Let’s analyze the running time of it using the method we learned in a previous section. There is no code that doesn’t run or ends prematurely so there are no tricky cases to worry about. Here is the code again.

```
arr = [1, 4, 2, 7, 7, 6] # change this array to the array you want to sort
for first_idx in range(len(arr)):
min_idx = first_idx
for second_idx in range(first_idx + 1, len(arr)):
if arr[second_idx] < arr[min_idx]:
min_idx = second_idx
arr[first_idx], arr[min_idx] = arr[min_idx], arr[first_idx]
print(arr)
```

View code on GitHub.

Line 1 is the input so it isn’t part of the running time analysis.

Line 2 is a for loop that checks all the indexes (n operations) of the list. The running time is O(n).

Line 3 is assigning a variable, which is one operation. This is always O(1).

Line 4 is a for loop that checks all the indexes of the list starting from `first_idx+1`

. This is tricky. How to find running time for a for loop whose number of iterations keeps changing throughout the program? Well, you would take the average number of iterations throughout the program. Since `first_idx`

could be the numbers from 0 to n-1, second_idx could be 1 to n-1. The average of the numbers from 1 to n-1 is 0.5n. This means there are 0.5n operations. Therefore, the running time is O(n).

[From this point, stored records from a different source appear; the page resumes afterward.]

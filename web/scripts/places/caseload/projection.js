/** The projection: a fan from today's patients into the coming years. */
import { caseloadFan } from '../../charts/caseload_fan.js';
import { answerBlock } from '../../parts/answer.js';
import { choiceRow, numberField, selectOne } from '../../parts/choices.js';
import { h } from '../../parts/element.js';
import { figure } from '../../parts/figure.js';
import { live } from '../../parts/live.js';
import { cautionList } from '../../parts/said.js';
import { table } from '../../parts/table.js';
import { bandColumns } from './bands.js';
import { FARTHEST, projectionRequest, yearsAreFine } from './request.js';

/** @param {import('../../app.js').App} app */
export function projectionBlock(app) {
  return answerBlock(app, {
    id: 'projection',
    title: 'projection-title',
    choices: choices(app),
    empty: 'projection-needs-newcomers',
    ask: projectionRequest,
    draw: (answer) => drawProjection(app, answer),
  });
}

function choices(app) {
  return live(app, (state) => [state.caseload.years, state.caseload.basis, state.caseload.perYear], ({ caseload }) => {
    const { say } = app.words;
    return [choiceRow(
      numberField({
        id: 'caseload-years', label: say('years-ahead'), value: caseload.years, least: 1, greatest: FARTHEST, step: 1,
        fault: yearsAreFine(caseload.years) ? null : say('fault-whole-between', { least: 1, greatest: FARTHEST }),
        onchange: (years) => app.store.amend('caseload', { years }),
      }),
      selectOne({
        id: 'caseload-basis', label: say('newcomers-basis'), value: caseload.basis,
        options: ['history', 'typed'].map((basis) => ({ value: basis, label: say(`newcomers-basis-${basis}`) })),
        onchange: (basis) => app.store.amend('caseload', { basis }),
      }),
      caseload.basis === 'typed' ? numberField({
        id: 'caseload-per-year', label: say('newcomers-per-year'), value: caseload.perYear, least: 0,
        fault: caseload.perYear < 0 ? say('fault-negative') : null,
        onchange: (perYear) => app.store.amend('caseload', { perYear }),
      }) : null)];
  });
}

function drawProjection(app, answer) {
  const { words } = app;
  const { say, count, day } = words;
  const last = answer.baseline.under_care.at(-1);
  const courses = [{ label: say('baseline'), bands: answer.baseline.under_care }];
  const rows = answer.baseline.under_care.map((band, year) => ({
    ends: year === 0 ? answer.closing_date : answer.years[year - 1].ends, band,
    newcomers: year === 0 ? null : answer.baseline.newcomers[year - 1],
    gone: year === 0 ? null : leftInYear(answer.baseline, year - 1),
  }));
  return [
    h('p', { class: 'sentence' }, say('projection-sentence', {
      today: count(answer.baseline.under_care[0].value), years: answer.years.length, ends: day(answer.years.at(-1).ends),
      value: count(last.value), lower: count(last.p95[0]), upper: count(last.p95[1]),
    })),
    figure(app, {
      name: 'caseload', title: say('projection-figure'), described: say('projection-figure-described', { years: answer.years.length }),
      draw: (width) => caseloadFan({ courses }, { width, words }),
    }),
    table(app, {
      name: 'caseload', caption: say('projection-caption'), rows, note: say('projection-note', { draws: answer.draws, seed: answer.seed }),
      columns: [
        { heading: say('on-day'), show: (row) => day(row.ends), text: true },
        ...bandColumns(app, say('under-care'), (row) => row.band),
        { heading: say('newcomers'), show: (row) => count(row.newcomers?.value), full: (row) => row.newcomers?.value },
        { heading: say('left-in-all'), show: (row) => count(row.gone), full: (row) => row.gone },
      ],
    }),
    cautionList(app, answer.cautions),
    h('p', { class: 'method' }, say('projection-method', { years: answer.tail.from_years })),
  ];
}

/** Everybody who leaves in a year, in any way. */
function leftInYear(course, year) {
  return course.leaving.reduce((sum, way) => sum + way.values[year].value, 0);
}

Line 5 is an if statement and the condition inside takes a constant number of operations to do regardless of input. Therefore, the running time is O(1).

Line 6 is assigning a variable, which is one operation. This is always O(1).

Line 7 is tuple unpacking which takes a constant number of operations to do regardless of input. Therefore, the running time is O(1).

Line 9 we are ignoring in our analysis since it isn't part of the algorithm itself.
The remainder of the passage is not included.